* [Dataset entries]:
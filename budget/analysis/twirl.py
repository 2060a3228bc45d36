"""The Pauli-twirled variant of a noisy circuit.

Pauli twirling turns each operation's coherent error U into the stochastic Pauli channel with
probabilities p_P = |Tr(P U)/d|² (exact per operation; see
"Noise tailoring for scalable quantum computation via randomized compiling", Wallman & Emerson,
Phys. Rev. A 94, 052325 (2016)), so coherent build-up becomes linear in depth. The incoherent part
is unchanged (depolarizing is already Pauli; relaxation is kept as it is).
"""

from __future__ import annotations

import itertools
from dataclasses import replace
from functools import lru_cache

import numpy as np

from budget.errors.noisy import (
    NoisyCircuit,
    NoisyIf,
    NoisyItem,
    NoisyLayer,
    NoisyMeasure,
    NoisyOperation,
    NoisyRepeat,
    NoisyReset,
)

_P = {
    "I": np.eye(2, dtype=complex),
    "X": np.array([[0, 1], [1, 0]], complex),
    "Y": np.array([[0, -1j], [1j, 0]], complex),
    "Z": np.diag([1.0 + 0j, -1.0]),
}


@lru_cache(maxsize=4)
def _paulis(k: int) -> tuple[tuple[str, np.ndarray], ...]:
    out = []
    for letters in itertools.product("IXYZ", repeat=k):
        m = np.ones((1, 1), complex)
        for ch in letters:
            m = np.kron(m, _P[ch])
        out.append(("".join(letters), m))
    return tuple(out)


def twirl_probabilities(unitary: np.ndarray) -> dict[str, float]:
    """Pauli probabilities p_P = |Tr(P U)/d|² of the twirled unitary channel (identity excluded).

    >>> p = twirl_probabilities(np.array([[np.cos(0.05), -1j*np.sin(0.05)], [-1j*np.sin(0.05), np.cos(0.05)]]))
    >>> bool(abs(p["X"] - np.sin(0.05)**2) < 1e-15)
    True
    """
    d = unitary.shape[0]
    k = int(round(np.log2(d)))
    out = {}
    for label, m in _paulis(k)[1:]:
        p = abs(np.trace(m @ unitary) / d) ** 2
        if p > 1e-300:
            out[label] = float(p)
    return out


def _twirl_op(nop: NoisyOperation) -> NoisyOperation:
    if not nop.hamiltonian:
        return nop
    rates = dict(nop.pauli_rates)
    for label, p in twirl_probabilities(nop.coherent).items():
        rates[label] = rates.get(label, 0.0) + p
    d = nop.coherent.shape[0]
    return replace(nop, coherent=np.eye(d, dtype=complex), hamiltonian={}, pauli_rates=rates)


def _twirl_items(items: tuple[NoisyItem, ...], memo: dict[int, NoisyItem]) -> tuple[NoisyItem, ...]:
    out = []
    for it in items:
        key = id(it)
        if key not in memo:
            if isinstance(it, NoisyLayer):
                memo[key] = replace(it, operations=tuple(_twirl_op(n) for n in it.operations))
            elif isinstance(it, NoisyRepeat):
                memo[key] = NoisyRepeat(_twirl_items(it.body, memo), it.count)
            elif isinstance(it, NoisyIf):
                memo[key] = NoisyIf(it.item, _twirl_items(it.then, memo), _twirl_items(it.orelse, memo))
            elif isinstance(it, (NoisyMeasure, NoisyReset)):
                memo[key] = it  # readout and reset errors are already stochastic
            else:
                raise TypeError(f"twirl: circuit item {type(it).__name__} is not supported")
        out.append(memo[key])
    return tuple(out)


def twirled_circuit(circuit: NoisyCircuit) -> NoisyCircuit:
    """The same circuit with every coherent error replaced by its Pauli twirl (repeats kept)."""
    return replace(circuit, body=_twirl_items(circuit.body, {}))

* [Instructions for the task]: Look above for the line with "a noisy circuit." and the line with "tailoring for scalable"; transcribe both and all lines in between, exactly, and nothing else.

* [Response box]:
"""The Pauli-twirled variant of a noisy circuit.

Pauli twirling turns each operation's coherent error U into the stochastic Pauli channel with
probabilities p_P = |Tr(P U)/d|² (exact per operation; see
"Noise tailoring for scalable quantum computation via randomized compiling", Wallman & Emerson,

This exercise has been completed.